In the entries below, find the line with "grid = np.linspace(0.05, 0.65, 121)" and print exactly every line from there up to and including the line with "# Population mean", with no other lines.

** Working data follows **

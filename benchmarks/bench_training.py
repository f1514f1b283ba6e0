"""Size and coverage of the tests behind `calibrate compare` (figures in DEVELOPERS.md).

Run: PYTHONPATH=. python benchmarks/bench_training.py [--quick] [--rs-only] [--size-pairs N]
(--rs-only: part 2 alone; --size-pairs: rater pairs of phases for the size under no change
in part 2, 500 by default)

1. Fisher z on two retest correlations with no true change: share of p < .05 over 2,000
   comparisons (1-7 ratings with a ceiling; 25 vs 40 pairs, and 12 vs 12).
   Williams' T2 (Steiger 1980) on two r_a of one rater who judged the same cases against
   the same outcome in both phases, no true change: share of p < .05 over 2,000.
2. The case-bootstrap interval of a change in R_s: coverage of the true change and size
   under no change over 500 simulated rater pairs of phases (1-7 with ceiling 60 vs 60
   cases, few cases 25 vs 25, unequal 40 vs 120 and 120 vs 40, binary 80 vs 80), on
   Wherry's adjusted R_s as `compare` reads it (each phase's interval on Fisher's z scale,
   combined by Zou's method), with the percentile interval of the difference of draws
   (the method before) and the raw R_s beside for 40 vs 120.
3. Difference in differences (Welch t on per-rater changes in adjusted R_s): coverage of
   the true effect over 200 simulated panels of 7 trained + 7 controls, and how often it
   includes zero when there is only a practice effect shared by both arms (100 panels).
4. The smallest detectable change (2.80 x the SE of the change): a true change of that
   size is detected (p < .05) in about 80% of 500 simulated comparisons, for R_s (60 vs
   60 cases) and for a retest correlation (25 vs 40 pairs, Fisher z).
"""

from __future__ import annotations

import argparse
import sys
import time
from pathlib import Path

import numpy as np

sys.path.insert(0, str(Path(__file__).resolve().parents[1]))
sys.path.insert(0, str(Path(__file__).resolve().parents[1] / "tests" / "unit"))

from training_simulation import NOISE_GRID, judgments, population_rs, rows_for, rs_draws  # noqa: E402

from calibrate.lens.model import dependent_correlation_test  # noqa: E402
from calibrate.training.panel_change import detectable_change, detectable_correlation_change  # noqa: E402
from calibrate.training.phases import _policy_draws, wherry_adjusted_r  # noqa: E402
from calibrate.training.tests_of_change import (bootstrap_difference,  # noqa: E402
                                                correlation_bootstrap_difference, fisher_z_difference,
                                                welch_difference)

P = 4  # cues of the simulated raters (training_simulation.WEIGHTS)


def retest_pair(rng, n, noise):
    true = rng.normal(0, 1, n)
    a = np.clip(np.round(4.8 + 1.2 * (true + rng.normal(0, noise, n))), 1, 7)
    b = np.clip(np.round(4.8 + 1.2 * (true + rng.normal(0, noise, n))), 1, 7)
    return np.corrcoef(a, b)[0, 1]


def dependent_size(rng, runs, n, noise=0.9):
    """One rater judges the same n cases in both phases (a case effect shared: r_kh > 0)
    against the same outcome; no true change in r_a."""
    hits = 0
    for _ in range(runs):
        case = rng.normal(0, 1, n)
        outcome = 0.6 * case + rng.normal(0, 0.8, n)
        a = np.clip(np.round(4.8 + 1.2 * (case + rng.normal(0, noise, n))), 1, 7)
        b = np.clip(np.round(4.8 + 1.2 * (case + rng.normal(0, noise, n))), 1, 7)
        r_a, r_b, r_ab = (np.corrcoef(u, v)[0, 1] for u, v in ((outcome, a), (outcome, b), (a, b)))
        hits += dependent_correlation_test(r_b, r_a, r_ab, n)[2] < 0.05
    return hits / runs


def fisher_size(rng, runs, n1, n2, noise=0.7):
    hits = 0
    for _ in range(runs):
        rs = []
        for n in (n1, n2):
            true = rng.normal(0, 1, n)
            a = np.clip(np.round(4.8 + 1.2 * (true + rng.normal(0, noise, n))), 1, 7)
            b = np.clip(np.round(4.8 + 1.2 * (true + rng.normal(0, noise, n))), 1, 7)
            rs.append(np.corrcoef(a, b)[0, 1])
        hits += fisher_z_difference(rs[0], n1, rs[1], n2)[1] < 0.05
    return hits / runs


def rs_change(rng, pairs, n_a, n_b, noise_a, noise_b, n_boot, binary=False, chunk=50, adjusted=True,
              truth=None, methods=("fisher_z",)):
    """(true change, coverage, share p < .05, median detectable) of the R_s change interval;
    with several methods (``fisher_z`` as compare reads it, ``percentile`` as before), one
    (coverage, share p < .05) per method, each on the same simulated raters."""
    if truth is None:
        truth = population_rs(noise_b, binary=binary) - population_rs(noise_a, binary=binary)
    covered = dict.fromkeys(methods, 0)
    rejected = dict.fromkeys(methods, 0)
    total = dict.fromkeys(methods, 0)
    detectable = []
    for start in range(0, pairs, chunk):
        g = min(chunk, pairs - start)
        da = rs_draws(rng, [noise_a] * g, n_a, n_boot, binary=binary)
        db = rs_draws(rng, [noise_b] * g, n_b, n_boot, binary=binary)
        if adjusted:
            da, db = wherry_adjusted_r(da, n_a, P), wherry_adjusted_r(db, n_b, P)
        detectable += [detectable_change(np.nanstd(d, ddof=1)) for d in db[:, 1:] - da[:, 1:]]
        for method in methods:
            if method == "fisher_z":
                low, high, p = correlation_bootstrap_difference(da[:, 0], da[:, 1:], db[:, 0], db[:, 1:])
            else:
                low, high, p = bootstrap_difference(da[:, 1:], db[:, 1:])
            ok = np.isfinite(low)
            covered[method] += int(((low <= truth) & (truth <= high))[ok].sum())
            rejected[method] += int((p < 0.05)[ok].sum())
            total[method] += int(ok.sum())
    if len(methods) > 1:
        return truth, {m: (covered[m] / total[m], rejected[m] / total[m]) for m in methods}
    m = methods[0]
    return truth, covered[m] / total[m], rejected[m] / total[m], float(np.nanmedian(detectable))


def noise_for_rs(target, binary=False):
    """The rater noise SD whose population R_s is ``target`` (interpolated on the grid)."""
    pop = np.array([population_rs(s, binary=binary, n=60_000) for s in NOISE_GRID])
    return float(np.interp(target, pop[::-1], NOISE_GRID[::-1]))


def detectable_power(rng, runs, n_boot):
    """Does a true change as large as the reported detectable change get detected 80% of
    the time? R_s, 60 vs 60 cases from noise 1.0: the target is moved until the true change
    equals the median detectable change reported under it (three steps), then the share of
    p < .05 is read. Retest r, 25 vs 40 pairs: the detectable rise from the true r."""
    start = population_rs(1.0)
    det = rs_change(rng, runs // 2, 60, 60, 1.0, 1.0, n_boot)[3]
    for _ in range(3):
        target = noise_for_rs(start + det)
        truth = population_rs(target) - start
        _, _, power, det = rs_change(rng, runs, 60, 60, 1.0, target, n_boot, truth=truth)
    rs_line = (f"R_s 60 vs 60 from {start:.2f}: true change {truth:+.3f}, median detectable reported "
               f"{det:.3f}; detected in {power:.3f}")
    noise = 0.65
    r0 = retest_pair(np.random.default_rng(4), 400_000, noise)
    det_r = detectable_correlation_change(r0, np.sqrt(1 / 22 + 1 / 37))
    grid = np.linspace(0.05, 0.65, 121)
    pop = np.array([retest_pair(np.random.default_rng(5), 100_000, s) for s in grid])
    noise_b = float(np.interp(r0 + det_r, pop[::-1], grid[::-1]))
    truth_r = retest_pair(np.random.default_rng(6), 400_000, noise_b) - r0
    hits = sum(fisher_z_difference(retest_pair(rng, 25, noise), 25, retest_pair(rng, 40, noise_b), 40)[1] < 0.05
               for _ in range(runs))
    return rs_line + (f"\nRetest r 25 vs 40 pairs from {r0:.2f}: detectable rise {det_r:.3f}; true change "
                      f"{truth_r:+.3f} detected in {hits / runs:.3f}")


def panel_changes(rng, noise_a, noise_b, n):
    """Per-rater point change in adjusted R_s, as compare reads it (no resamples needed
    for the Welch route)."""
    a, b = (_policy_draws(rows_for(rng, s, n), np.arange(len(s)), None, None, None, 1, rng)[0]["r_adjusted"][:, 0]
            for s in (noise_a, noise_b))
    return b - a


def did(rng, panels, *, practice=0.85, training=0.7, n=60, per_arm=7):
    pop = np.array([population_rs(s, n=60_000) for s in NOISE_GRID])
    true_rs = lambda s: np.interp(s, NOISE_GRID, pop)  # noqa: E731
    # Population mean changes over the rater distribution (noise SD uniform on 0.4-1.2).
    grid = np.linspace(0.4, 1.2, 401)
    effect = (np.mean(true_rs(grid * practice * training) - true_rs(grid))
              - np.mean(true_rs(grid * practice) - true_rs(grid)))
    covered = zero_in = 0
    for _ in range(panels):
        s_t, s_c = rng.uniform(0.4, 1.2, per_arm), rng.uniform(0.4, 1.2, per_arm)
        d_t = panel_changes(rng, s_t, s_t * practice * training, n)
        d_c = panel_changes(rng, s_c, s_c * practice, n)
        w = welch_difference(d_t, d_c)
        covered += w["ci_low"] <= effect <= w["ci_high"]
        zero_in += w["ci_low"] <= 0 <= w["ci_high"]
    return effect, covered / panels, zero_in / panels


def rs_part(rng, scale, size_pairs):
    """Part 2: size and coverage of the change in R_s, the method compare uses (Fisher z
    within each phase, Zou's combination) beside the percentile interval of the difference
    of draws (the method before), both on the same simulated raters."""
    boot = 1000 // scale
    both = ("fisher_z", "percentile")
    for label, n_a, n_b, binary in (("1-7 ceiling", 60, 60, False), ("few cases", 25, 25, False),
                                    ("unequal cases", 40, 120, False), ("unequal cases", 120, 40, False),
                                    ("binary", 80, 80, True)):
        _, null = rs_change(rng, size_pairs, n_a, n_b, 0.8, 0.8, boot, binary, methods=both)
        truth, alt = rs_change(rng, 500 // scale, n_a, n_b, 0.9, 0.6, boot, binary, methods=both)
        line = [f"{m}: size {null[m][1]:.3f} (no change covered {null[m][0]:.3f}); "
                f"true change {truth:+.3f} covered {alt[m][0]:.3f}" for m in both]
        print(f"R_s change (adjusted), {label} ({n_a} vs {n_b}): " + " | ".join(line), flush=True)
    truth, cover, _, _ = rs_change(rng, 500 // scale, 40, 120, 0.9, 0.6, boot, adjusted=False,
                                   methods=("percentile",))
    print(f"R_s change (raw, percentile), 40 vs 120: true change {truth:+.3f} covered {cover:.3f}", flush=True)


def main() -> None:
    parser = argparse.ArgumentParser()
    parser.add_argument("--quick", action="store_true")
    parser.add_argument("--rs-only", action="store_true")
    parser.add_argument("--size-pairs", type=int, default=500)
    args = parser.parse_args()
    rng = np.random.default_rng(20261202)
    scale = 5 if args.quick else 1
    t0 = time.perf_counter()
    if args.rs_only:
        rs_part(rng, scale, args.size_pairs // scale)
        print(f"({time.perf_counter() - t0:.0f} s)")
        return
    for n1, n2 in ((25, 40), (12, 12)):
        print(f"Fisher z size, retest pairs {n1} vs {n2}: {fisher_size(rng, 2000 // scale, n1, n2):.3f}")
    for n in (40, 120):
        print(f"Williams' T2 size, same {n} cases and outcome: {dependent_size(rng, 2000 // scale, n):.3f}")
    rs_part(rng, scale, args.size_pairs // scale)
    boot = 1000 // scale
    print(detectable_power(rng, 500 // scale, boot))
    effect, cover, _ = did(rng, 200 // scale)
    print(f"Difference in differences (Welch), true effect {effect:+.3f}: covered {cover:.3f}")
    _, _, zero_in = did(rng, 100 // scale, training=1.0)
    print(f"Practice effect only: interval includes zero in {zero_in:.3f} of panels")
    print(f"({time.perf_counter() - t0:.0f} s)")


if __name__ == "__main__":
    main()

** End of Working data **

### Task result
    grid = np.linspace(0.05, 0.65, 121)
    pop = np.array([retest_pair(np.random.default_rng(5), 100_000, s) for s in grid])
    noise_b = float(np.interp(r0 + det_r, pop[::-1], grid[::-1]))
    truth_r = retest_pair(np.random.default_rng(6), 400_000, noise_b) - r0
    hits = sum(fisher_z_difference(retest_pair(rng, 25, noise), 25, retest_pair(rng, 40, noise_b), 40)[1] < 0.05
               for _ in range(runs))
    return rs_line + (f"\nRetest r 25 vs 40 pairs from {r0:.2f}: detectable rise {det_r:.3f}; true change "
                      f"{truth_r:+.3f} detected in {hits / runs:.3f}")


def panel_changes(rng, noise_a, noise_b, n):
    """Per-rater point change in adjusted R_s, as compare reads it (no resamples needed
    for the Welch route)."""
    a, b = (_policy_draws(rows_for(rng, s, n), np.arange(len(s)), None, None, None, 1, rng)[0]["r_adjusted"][:, 0]
            for s in (noise_a, noise_b))
    return b - a


def did(rng, panels, *, practice=0.85, training=0.7, n=60, per_arm=7):
    pop = np.array([population_rs(s, n=60_000) for s in NOISE_GRID])
    true_rs = lambda s: np.interp(s, NOISE_GRID, pop)  # noqa: E731
    # Population mean changes over the rater distribution (noise SD uniform on 0.4-1.2).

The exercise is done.